** Required work **
Scan the data below for the string "stays". Copy every line where it appears.

[Source records]
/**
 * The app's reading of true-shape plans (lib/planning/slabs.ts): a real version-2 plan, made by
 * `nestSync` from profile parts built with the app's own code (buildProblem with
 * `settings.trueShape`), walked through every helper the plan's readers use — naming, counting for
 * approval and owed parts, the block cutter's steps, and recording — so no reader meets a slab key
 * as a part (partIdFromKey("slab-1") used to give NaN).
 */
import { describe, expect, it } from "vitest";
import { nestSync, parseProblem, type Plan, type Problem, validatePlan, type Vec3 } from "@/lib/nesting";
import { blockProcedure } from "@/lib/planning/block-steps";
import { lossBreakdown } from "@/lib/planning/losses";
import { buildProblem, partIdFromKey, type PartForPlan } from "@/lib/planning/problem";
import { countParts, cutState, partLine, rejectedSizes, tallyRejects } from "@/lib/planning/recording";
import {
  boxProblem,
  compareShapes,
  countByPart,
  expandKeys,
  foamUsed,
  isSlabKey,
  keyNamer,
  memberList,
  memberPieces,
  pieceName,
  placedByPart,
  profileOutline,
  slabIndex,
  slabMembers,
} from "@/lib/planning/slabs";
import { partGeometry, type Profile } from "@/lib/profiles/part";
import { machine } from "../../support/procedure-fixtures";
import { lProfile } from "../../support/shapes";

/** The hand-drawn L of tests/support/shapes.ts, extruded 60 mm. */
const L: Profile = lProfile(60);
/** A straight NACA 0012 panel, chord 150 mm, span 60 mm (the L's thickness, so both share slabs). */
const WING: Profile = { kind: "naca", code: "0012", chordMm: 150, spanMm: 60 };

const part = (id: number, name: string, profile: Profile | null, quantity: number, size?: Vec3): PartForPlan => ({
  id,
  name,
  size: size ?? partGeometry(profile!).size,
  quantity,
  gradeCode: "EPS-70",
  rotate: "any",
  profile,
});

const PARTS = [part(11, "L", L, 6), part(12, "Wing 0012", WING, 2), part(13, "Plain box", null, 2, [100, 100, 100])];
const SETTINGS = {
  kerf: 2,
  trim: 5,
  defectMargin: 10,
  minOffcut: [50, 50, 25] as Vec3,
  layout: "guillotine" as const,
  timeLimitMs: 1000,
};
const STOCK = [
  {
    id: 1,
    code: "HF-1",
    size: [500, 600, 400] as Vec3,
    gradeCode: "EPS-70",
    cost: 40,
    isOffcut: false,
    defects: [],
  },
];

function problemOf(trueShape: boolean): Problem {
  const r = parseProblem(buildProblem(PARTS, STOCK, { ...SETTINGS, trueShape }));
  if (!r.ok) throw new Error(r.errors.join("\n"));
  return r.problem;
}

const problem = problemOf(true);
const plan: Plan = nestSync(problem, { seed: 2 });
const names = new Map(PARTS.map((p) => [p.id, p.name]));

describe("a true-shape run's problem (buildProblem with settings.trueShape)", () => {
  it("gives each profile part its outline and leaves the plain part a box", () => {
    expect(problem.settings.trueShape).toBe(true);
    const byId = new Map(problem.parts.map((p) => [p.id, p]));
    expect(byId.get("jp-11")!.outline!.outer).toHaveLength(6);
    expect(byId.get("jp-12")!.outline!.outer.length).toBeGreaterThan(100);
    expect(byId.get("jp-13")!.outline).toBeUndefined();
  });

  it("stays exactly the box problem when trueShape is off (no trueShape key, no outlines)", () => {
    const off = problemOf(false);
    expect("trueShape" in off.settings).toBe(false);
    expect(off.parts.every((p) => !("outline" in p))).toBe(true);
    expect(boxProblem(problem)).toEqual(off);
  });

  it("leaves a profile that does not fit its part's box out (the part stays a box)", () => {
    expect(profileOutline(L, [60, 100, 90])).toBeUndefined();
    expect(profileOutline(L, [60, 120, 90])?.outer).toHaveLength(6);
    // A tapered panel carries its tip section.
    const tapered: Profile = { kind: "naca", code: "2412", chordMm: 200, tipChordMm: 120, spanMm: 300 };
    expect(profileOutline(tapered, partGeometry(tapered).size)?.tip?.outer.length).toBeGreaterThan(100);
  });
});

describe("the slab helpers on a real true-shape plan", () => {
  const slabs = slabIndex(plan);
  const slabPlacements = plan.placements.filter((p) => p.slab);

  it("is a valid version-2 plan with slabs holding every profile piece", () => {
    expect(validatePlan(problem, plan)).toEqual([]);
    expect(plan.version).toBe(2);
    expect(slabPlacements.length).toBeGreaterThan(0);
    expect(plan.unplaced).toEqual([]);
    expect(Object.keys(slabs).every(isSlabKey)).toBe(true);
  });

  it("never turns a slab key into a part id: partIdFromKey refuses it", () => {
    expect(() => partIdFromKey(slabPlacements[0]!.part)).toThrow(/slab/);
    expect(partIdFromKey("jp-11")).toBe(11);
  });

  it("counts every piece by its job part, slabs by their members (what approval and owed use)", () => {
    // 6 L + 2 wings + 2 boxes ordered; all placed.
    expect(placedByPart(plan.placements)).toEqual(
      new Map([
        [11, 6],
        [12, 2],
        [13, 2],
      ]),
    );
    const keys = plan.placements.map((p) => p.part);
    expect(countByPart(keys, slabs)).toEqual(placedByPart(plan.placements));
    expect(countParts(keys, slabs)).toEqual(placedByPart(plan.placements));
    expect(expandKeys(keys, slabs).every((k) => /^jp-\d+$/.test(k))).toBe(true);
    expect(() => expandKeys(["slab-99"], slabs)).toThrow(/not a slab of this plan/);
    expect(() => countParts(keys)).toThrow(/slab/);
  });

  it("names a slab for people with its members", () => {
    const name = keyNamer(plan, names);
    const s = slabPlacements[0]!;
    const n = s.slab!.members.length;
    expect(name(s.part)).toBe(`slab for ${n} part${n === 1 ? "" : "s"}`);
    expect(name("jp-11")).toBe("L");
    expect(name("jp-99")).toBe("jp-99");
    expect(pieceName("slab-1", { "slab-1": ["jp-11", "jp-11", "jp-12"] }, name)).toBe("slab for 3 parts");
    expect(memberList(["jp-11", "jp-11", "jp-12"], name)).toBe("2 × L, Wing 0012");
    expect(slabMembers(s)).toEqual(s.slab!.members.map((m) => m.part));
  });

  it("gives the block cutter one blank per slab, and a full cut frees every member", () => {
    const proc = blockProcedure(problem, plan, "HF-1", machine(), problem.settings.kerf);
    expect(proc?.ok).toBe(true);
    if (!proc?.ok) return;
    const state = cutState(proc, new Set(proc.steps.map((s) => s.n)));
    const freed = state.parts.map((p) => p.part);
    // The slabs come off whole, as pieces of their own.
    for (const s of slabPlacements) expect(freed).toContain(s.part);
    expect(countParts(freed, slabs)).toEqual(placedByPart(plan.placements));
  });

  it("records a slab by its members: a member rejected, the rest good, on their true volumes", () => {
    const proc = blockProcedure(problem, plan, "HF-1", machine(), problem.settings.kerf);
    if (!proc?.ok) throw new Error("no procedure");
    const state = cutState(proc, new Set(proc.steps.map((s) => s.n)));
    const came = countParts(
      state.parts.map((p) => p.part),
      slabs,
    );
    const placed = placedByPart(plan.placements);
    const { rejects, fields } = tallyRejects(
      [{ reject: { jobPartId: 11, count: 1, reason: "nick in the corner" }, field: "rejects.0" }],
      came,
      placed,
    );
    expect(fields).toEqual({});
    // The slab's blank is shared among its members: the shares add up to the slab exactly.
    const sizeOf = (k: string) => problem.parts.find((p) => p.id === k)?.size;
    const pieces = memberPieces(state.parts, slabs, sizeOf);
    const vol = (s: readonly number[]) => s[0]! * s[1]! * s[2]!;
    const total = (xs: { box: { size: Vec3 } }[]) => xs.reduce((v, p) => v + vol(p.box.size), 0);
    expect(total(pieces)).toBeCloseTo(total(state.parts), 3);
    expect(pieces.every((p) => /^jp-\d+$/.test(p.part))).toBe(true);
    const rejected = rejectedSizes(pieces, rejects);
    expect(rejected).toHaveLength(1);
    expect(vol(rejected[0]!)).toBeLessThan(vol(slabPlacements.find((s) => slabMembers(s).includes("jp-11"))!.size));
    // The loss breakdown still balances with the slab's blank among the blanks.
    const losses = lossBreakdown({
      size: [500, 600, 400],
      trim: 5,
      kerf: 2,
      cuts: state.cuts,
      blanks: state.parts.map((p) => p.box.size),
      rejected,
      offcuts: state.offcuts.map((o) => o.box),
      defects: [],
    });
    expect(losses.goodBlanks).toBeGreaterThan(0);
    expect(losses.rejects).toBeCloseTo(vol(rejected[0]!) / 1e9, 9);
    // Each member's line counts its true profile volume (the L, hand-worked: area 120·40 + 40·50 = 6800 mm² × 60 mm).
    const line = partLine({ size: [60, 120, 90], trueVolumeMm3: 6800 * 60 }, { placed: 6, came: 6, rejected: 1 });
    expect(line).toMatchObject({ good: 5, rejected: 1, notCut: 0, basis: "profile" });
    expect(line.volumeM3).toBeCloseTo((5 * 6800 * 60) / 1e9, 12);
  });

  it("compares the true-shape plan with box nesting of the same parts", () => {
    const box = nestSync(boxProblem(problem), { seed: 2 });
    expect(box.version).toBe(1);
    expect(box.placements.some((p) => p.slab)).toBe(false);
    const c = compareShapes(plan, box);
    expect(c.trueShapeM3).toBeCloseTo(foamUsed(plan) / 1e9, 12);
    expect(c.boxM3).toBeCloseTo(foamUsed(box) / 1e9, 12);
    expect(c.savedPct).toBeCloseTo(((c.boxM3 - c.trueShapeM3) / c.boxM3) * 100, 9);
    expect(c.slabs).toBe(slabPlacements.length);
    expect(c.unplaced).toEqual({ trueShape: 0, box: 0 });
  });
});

** Output of the task **
  it("stays exactly the box problem when trueShape is off (no trueShape key, no outlines)", () => {
  it("leaves a profile that does not fit its part's box out (the part stays a box)", () => {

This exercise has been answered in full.